**Exercise prompt:** The answer should be an exact repeat of the stretch of material below from the line containing "from hypothesis import given, settings" through the line containing "head = whole.feed(Chunk(data))".

**Supplied data:**
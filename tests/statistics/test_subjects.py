"""What every subject must obey: the merge law; unit, meaning and source of each quantity; silence when empty."""

from __future__ import annotations

import functools
import itertools
import math

import numpy as np
import pytest
from hypothesis import given, settings
from hypothesis import strategies as st

from gnssmon.chunks import Chunk
from gnssmon.epochs.batch import EpochBatch
from gnssmon.pipeline import Pipeline
from gnssmon.simulation.generator import generate
from gnssmon.simulation.scenario import load_scenario
from gnssmon.statistics import SUBJECTS
from gnssmon.statistics.catalogue import QUANTITIES, find
from gnssmon.statistics.subject import Site, Span

SITE = Site(reference=(45.07, 7.68, 291.8), mask_deg=10.0, baud=115_200)
UNITS = {"1", "B/s", "count", "dB-Hz", "deg", "m", "mm/h", "ppm", "s", "share"}


@functools.cache
def stream() -> EpochBatch:
    """Eight minutes of a simulated station with a cut in its corrections: every subject has something to count."""
    pipeline = Pipeline()
    data = b"".join(part for _, part in generate(load_scenario("lost_corrections"), duration_s=480.0, seed=11))
    pipeline.feed(Chunk(data))
    whole = Pipeline()
    head = whole.feed(Chunk(data))
    # One batch of nearly everything: the last two epochs stay open until the end, and are not needed here.
    assert len(head) > 470
    return head


def parts(cuts: list[int]) -> list[EpochBatch]:
    """The stream in pieces, some of them empty or of a single epoch."""
    whole = stream()
    edges = [0, *sorted(cut % (len(whole) + 1) for cut in cuts), len(whole)]
    return [whole.part(a, b) for a, b in itertools.pairwise(edges)]


def same(one, other) -> bool:
    """Equal to the rounding of sums."""
    if one is None or other is None:
        return one is other
    if isinstance(one, tuple):
        return len(one) == len(other) and all(same(a, b) for a, b in zip(one, other, strict=True))
    return math.isclose(one, other, rel_tol=1e-6, abs_tol=1e-6)


@pytest.mark.parametrize("name", SUBJECTS)
@settings(max_examples=12, deadline=None)
@given(cuts=st.lists(st.integers(0, 600), max_size=4))
def test_any_cut_gives_the_same_answers(name, cuts):
    """update(a), update(b) and merge of a's and b's statistics answer like one pass over both."""
    once, stepwise, merged = (SUBJECTS[name](SITE) for _ in range(3))
    once.update(stream())
    for part in parts(cuts):
        stepwise.update(part)
        piece = SUBJECTS[name](SITE)
        piece.update(part)
        merged.merge(piece)

    expected = {key: estimate.value for key, estimate in once.summary().items()}
    assert {k for k, v in stepwise.summary().items() if not same(expected[k], v.value)} == set()
    assert {k for k, v in merged.summary().items() if not same(expected[k], v.value)} == set()


@pytest.mark.parametrize("name", SUBJECTS)
def test_a_span_sees_only_its_own_epochs(name):
    """The later half asked of the whole stream's statistics answers like statistics of the later half alone."""
    whole = stream()
    middle_ms = int(whole.axis_ms[0]) // 60_000 * 60_000 + 4 * 60_000
    begin = int(np.searchsorted(whole.axis_ms, middle_ms))
    every, later = SUBJECTS[name](SITE), SUBJECTS[name](SITE)
    every.update(whole)
    later.update(whole.part(begin, len(whole)))

    expected = later.summary()
    found = every.summary(Span(from_ms=middle_ms))

    # The waits count from the start of the stream that was seen, which differs here.
    skipped = {"fix.time_to_first_fix_s", "fix.time_to_fixed_s"}
    assert {k for k in expected if k not in skipped and not same(expected[k].value, found[k].value)} == set()


@pytest.mark.parametrize("name", SUBJECTS)
def test_nothing_in_nothing_out(name):
    """Without a single epoch no quantity has a value, and nothing is raised."""
    subject = SUBJECTS[name](SITE)
    subject.update(stream().part(0, 0))
    subject.picture()

    assert {key for key, estimate in subject.summary().items() if estimate.value is not None} <= {"stream.epochs"}


@pytest.mark.parametrize("name", SUBJECTS)
def test_every_answer_is_a_quantity(name):
    """Each name in a summary is in the catalogue, families by their members; each quantity of a subject is answered."""
    subject = SUBJECTS[name](SITE)
    subject.update(stream())
    answers = subject.summary()

    assert [key for key in answers if find(key) is None] == []
    plain = {quantity.name for quantity in subject.QUANTITIES if not quantity.name.endswith("*")}
    assert plain <= set(answers)


def test_every_quantity_is_explained():
    """Unit, meaning and source are there; the name ends in its unit where it has one."""
    suffixes = {"m": "_m", "ppm": "_ppm", "s": "_s", "deg": "_deg", "dB-Hz": "_dbhz"}
    for quantity in QUANTITIES:
        assert quantity.unit in UNITS, quantity
        assert quantity.meaning.endswith("."), quantity
        assert quantity.source, quantity
        name = quantity.name.removesuffix(".*")
        if quantity.unit in suffixes:
            assert name.endswith(suffixes[quantity.unit]), quantity


CONTRACT = (
    "stream.completeness",
    "stream.epochs",
    "stream.gaps",
    "stream.longest_gap_s",
    "stream.interval_s",
    "stream.checksum_failure_share",
    "stream.duration_s",
    "stream.link_load",
    "fix.share_none",
    "fix.share_autonomous",
    "fix.share_differential",
    "fix.share_rtk_float",
    "fix.share_rtk_fixed",
    "fix.share_estimated",
    "fix.losses",
    "fix.time_to_first_fix_s",
    "fix.longest_outage_s",
    "satellites.used_mean",
    "satellites.used_min",
    "satellites.in_view_mean",
    "satellites.systems",
    "cn0.mean_dbhz",
    "cn0.median_dbhz",
    "cn0.strongest4_mean_dbhz",
    "cn0.mean_dbhz.G1",
    "cn0.mean_dbhz.E5a",
    "dop.pdop_median",
    "dop.hdop_median",
    "dop.hdop_recomputed_median",
    "dop.pdop_max",
    "scatter.east_std_m",
    "scatter.north_std_m",
    "scatter.up_std_m",
    "scatter.cep50_m",
    "scatter.r95_m",
    "scatter.drms_m",
    "scatter.drms2_m",
    "scatter.vertical_68_m",
    "scatter.vertical_95_m",
    "scatter.sep50_m",
    "scatter.effective_samples",
    "scatter.mean_latitude_deg",
    "scatter.mean_longitude_deg",
    "scatter.mean_ellipsoidal_height_m",
    "scatter.ellipse_major_m",
    "scatter.ellipse_minor_m",
    "scatter.ellipse_azimuth_deg",
    "reference.east_m",
    "reference.north_m",
    "reference.up_m",
    "reference.horizontal_m",
    "corrections.age_median_s",
    "corrections.age_max_s",
    "sky.coverage_share",
    "sky.obstructed_share",
    "sky.mask_deg",
)


@pytest.mark.parametrize("name", CONTRACT)
def test_quantities_of_the_contract_exist(name):
    """Every quantity that outside checks may name is known."""
    assert find(name) is not None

**Task solution:**
from hypothesis import given, settings
from hypothesis import strategies as st

from gnssmon.chunks import Chunk
from gnssmon.epochs.batch import EpochBatch
from gnssmon.pipeline import Pipeline
from gnssmon.simulation.generator import generate
from gnssmon.simulation.scenario import load_scenario
from gnssmon.statistics import SUBJECTS
from gnssmon.statistics.catalogue import QUANTITIES, find
from gnssmon.statistics.subject import Site, Span

SITE = Site(reference=(45.07, 7.68, 291.8), mask_deg=10.0, baud=115_200)
UNITS = {"1", "B/s", "count", "dB-Hz", "deg", "m", "mm/h", "ppm", "s", "share"}


@functools.cache
def stream() -> EpochBatch:
    """Eight minutes of a simulated station with a cut in its corrections: every subject has something to count."""
    pipeline = Pipeline()
    data = b"".join(part for _, part in generate(load_scenario("lost_corrections"), duration_s=480.0, seed=11))
    pipeline.feed(Chunk(data))
    whole = Pipeline()
    head = whole.feed(Chunk(data))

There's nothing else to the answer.